Disaster REVEALED: Inmate charged with stabbing Derek Chauvin was FBI informant - he was stabbed a week after his lawyer send in appeal in light of new evidence aka the documentary

John Turscak, 52, became an FBI informant in 1997.

The inmate accused of stabbing Derek Chauvin 22 times at the Federal Correctional Institution in Tucson, Arizona has been revealed to be a former FBI informant.

John Turscak, 52, who has been charged with attempted murder for allegedly stabbing Chauvin, became an FBI informant in 1997, according to the LA Times.

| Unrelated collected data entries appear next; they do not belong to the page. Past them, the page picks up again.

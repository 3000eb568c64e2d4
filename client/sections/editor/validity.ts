import { ShapeError } from '#geometry/shapes/error.ts';
import { checkShape, type Shape } from '#geometry/shapes/shape.ts';
import { shapeSentence } from '#client/app/shape-words.ts';

type Checked =
  { readonly shape: Shape; readonly reason?: never } | { readonly reason: string; readonly shape?: never };

/** The shape when it is valid, else a plain sentence why it is not. */
export function checked(make: () => Shape): Checked {
  try {
    return { shape: checkShape(make()) };
  } catch (error) {
    if (error instanceof ShapeError) return { reason: reasonOf(error) };
    throw error;
  }
}

/** The first reason of a refused shape as a sentence. */
export function reasonOf(error: ShapeError): string {
  return shapeSentence(error.issues[0]?.message ?? error.message);
}
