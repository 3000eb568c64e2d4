import { afterAll, beforeAll, describe, expect, it } from 'vitest';
import { startApi, type TestApi, type TestWorkshop } from '../../support/api.ts';
import { type Client } from '../../support/client.ts';
import { makeSection } from '../../support/requests.ts';
import { cst, naca4 } from '../../support/shapes.ts';

let api: TestApi;
let marsh: TestWorkshop;
let designer: Client;
beforeAll(async () => {
  api = await startApi();
  marsh = await api.addWorkshop('marsh');
  designer = await api.signIn(marsh, 'designer');
});
afterAll(() => api.close());

const statuses = async (sectionId: string) =>
  (await designer.call('listVersions', { params: { sectionId } })).reply.items
    .map(({ status }) => status)
    .reverse();

describe('releasing', () => {
  it('signs the version and supersedes the one before in the same moment', async () => {
    const sectionId = await makeSection(api, marsh);
    const released = await designer.call('releaseVersion', {
      params: { sectionId, number: 2 },
      body: { reason: 'flown' },
    });
    expect(released.status).toBe(200);
    expect(released.reply).toMatchObject({
      number: 2,
      status: 'released',
      statusReason: 'flown',
      statusBy: { id: marsh.people.designer, name: 'designer of marsh' },
    });
    const before = await designer.call('getVersion', { params: { sectionId, number: 1 } });
    expect(before.reply).toMatchObject({ status: 'superseded', statusReason: 'Superseded by version 2.' });
    const section = (await designer.call('getSection', { params: { sectionId } })).reply;
    expect(section).toMatchObject({ releasedNumber: 2, latest: { number: 2, status: 'released' } });
  });

  it('may take an older draft', async () => {
    const sectionId = await makeSection(api, marsh);
    await designer.call('saveVersion', { params: { sectionId }, body: { basedOn: 2, shape: cst() } });
    await designer.call('releaseVersion', { params: { sectionId, number: 3 }, body: {} });
    await designer.call('releaseVersion', { params: { sectionId, number: 2 }, body: {} });
    expect(await statuses(sectionId)).toEqual(['superseded', 'released', 'superseded']);
    const section = (await designer.call('getSection', { params: { sectionId } })).reply;
    expect(section).toMatchObject({ releasedNumber: 2, latest: { number: 3, status: 'superseded' } });
  });

  it('leaves exactly one released when several are released at once', async () => {
    const sectionId = await makeSection(api, marsh);
    for (let number = 2; number <= 5; number += 1) {
      await designer.call('saveVersion', {
        params: { sectionId },
        body: { basedOn: number, shape: naca4({ maxThickness: 0.1 + number / 100 }) },
      });
    }
    const answers = await Promise.all(
      [2, 3, 4, 5, 6].map((number) =>
        designer.call('releaseVersion', { params: { sectionId, number }, body: {} }),
      ),
    );
    expect(answers.map(({ status }) => status)).toEqual(Array(5).fill(200));
    const now = await statuses(sectionId);
    expect(now.filter((status) => status === 'released')).toHaveLength(1);
    expect(now.filter((status) => status === 'superseded')).toHaveLength(5);
    const section = (await designer.call('getSection', { params: { sectionId } })).reply;
    expect(section.releasedNumber).toBe(now.indexOf('released') + 1);
    expect(api.errors).toEqual([]);
  });

  it('refuses what is released, superseded or withdrawn already, and says so', async () => {
    const sectionId = await makeSection(api, marsh);
    const release = (number: number) =>
      designer.call('releaseVersion', { params: { sectionId, number }, body: {} });
    const again = await release(1);
    expect([again.status, again.problem.code]).toEqual([409, 'status-conflict']);
    expect(again.problem.detail).toBe('Version 1 is released already.');
    await release(2);
    expect((await release(1)).problem.detail).toContain('was superseded by a later release');
    await designer.call('withdrawVersion', { params: { sectionId, number: 2 }, body: { reason: 'no' } });
    expect((await release(2)).problem.detail).toContain('Version 2 was withdrawn.');
    expect((await release(3)).status).toBe(404);
  });
});

describe('withdrawing', () => {
  it('leaves no version released and keeps the reason', async () => {
    const sectionId = await makeSection(api, marsh);
    const withdrawn = await designer.call('withdrawVersion', {
      params: { sectionId, number: 1 },
      body: { reason: 'spar does not fit' },
    });
    expect(withdrawn.reply).toMatchObject({ status: 'withdrawn', statusReason: 'spar does not fit' });
    expect((await designer.call('getSection', { params: { sectionId } })).reply.releasedNumber).toBeNull();
  });

  it('needs a reason, and a released version', async () => {
    const sectionId = await makeSection(api, marsh);
    for (const body of [{}, { reason: '  ' }]) {
      const answer = await designer.call('withdrawVersion', { params: { sectionId, number: 1 }, body });
      expect(answer.problem.errors?.map((error) => error.path)).toEqual(['reason']);
    }
    const draft = await designer.call('withdrawVersion', {
      params: { sectionId, number: 2 },
      body: { reason: 'no' },
    });
    expect([draft.status, draft.problem.detail]).toEqual([409, 'Version 2 was never released.']);
  });
});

Turscak was sought out by the FBI while he was a member of the Mexican Mafia prison gang. He helped federal authorities with an investigation that resulted in the indictment of more than 40 Mexican Mafia members and associates, the outlet reports.

However, Turscak was dropped as an informant after prosecutors said he admitted to extorting money, dealing drugs, and authorizing assaults while receiving monetary compensation as an informant.

In 2001, Turscak was sentenced to 30 years in prison after pleading guilty to racketeering and conspiring to kill a rival in the prison-based gang.

At the time of his sentencing, he slammed the FBI and told US District Court Judge A. Howard Matz: "I didn't commit those crimes for kicks. I did them because I had to if I wanted to stay alive. I told that to the [FBI] agents and they just said, 'Do what you have to do.'"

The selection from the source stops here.